What I'm thinking is the right thing is:

  1. For each URL, doing a lookup by _id (hash canonical URL)
  2. Reporing if the entry was created on/around 2024-08-05

That would place us in a position to better make a choice on further action (deleting the entry).

philbudne commented 3 months ago

Preliminary numbers:

pbudne@ifill:~/no-epoch$ zcat no-epoch-msgs.gz | wc -l

pbudne@ifill:~/no-epoch$ wc -l no-epoch.csv 
49682 no-epoch.csv

pbudne@ifill:~/no-epoch$ wc -l estest.out 
41820 estest.out

pbudne@ifill:~/no-epoch$ grep 2024-08-06T estest.out | wc -l 
17207

pbudne@ifill:~/no-epoch$ grep -v 2024-08-06T estest.out | wc -l
 24613

So: of 50584 errors, 49682 were found in the 2021-12-26 csv file, and found 41820 of the URLs in ES.

Of those, 17207 were imported on the fateful day, 24613 were not.

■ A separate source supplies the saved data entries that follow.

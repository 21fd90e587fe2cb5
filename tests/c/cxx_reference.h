/* SPDX-License-Identifier: Apache-2.0 */
/*
 * The C++ API's answers for the C interface test (tests/c/test_c_api.c): each
 * function loads the card through quantacal::load_card (a Material of its own, not
 * the C handle's) and calls the C++ Material layer directly. Returns 0 on success,
 * 1 if the C++ call threw (the message is printed).
 */
#ifndef QUANTACAL_TESTS_C_CXX_REFERENCE_H
#define QUANTACAL_TESTS_C_CXX_REFERENCE_H

#include <stddef.h>

#ifdef __cplusplus
extern "C" {
#endif

/** Valid range (K), molar mass (kg/mol) and reference density (kg/m^3). */
int reference_metadata(const char* card, double* lower, double* upper, double* molar_mass,
                       double* density);

/** Material::thermal and Material::conductivity batches; basis 0 mass, 1 mole, 2 volume.
 */
int reference_evaluate(const char* card, const double* temperatures, size_t n, int basis,
                       double* energy, double* capacity, double* capacity_derivative,
                       double* conductivity, double* conductivity_derivative);

/** Material::temperature_from_energy at each of n energies. */
int reference_inverse(const char* card, const double* energies, size_t n, int basis,
                      double* temperatures);

/** solve_equilibrium of two bodies (table energies). */
int reference_equilibrium(const char* card_a, double mass_a, double start_a,
                          const char* card_b, double mass_b, double start_b,
                          double* final_temperature);

/**
 * Nanoseconds per point of the C++ batch calls over n temperatures in calls of
 * `chunk` points (thermal on the volume basis with all three outputs, then
 * conductivity with both), `repeats` times over (one timing round). The card is
 * loaded on the first call and kept.
 */
double reference_nanoseconds(const char* card, const double* temperatures, size_t n,
                             size_t chunk, int repeats);

#ifdef __cplusplus
}
#endif

#endif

Of the 17207 bad entries, here are the top 50 full URL domains:

pbudne@ifill:~/no-epoch$ grep 2024-08-06T estest.out | sed -e 's@^.*//@@' -e 's@/.*$@@' | sort | uniq -c | sort -rn | head -50
   2412 EzineArticles.com
   1276 www.bignewsnetwork.com
    989 www.yjc.news
    368 reports.pr-inside.com
    362 www.rts.rs
    300 www.lecho.be
    296 news.chosun.com
    279 www.tijd.be
    245 www.soychile.cl
    216 thebaynet.com
    199 www.netgazete.com
    144 www.acorianooriental.pt
    143 www.einnews.com
    138 www.mynet.com
    131 www.wam.ae
    127 119.82.71.88
    121 news.hebei.com.cn
    120 www.mk.co.kr
    116 www.belta.by
    115 rtrs.tv:443
    111 world.einnews.com
    108 vnexpress.net
    105 www.pennsylvania.statenews.net
    103 www.realclearpolitics.com
    103 heb.hebei.com.cn
     96 www.wisconsin.statenews.net
     94 www1.folha.uol.com.br
     92 www.diocs.org
     92 house.hebei.com.cn
     91 www.michigan.statenews.net
     86 www.ohio.statenews.net
     81 bhc.hebei.com.cn
     76 www.dainiksaveratimes.com
     75 www.washington.statenews.net
     75 www.tennessee.statenews.net
     74 www.delaware.statenews.net
     74 315.hebei.com.cn
     71 www.indiasnews.net
     71 laconfidentialmag.com
     70 www.southeastasiapost.com
     68 www.tajikistannews.net
     68 house.goo.ne.jp
     65 www.florida.statenews.net
     65 www.abudhabinews.net
     64 www.southeastasianews.net
     64 www.louisiana.statenews.net
     64 www.ktvn.com
     62 www.japanherald.com
     62 www.in.gr
     61 www.dln.com
philbudne commented 3 months ago

I believe I've deleted the 31920 stories that might have indexed epoch B HTML with the wrong URLs (at least trying to delete them again fails)!

The single document delete call has an option to rebuild the index after to expose the change, but I did not see that for the bulk operation I used AND lookup by URL still works for URLs I've tested!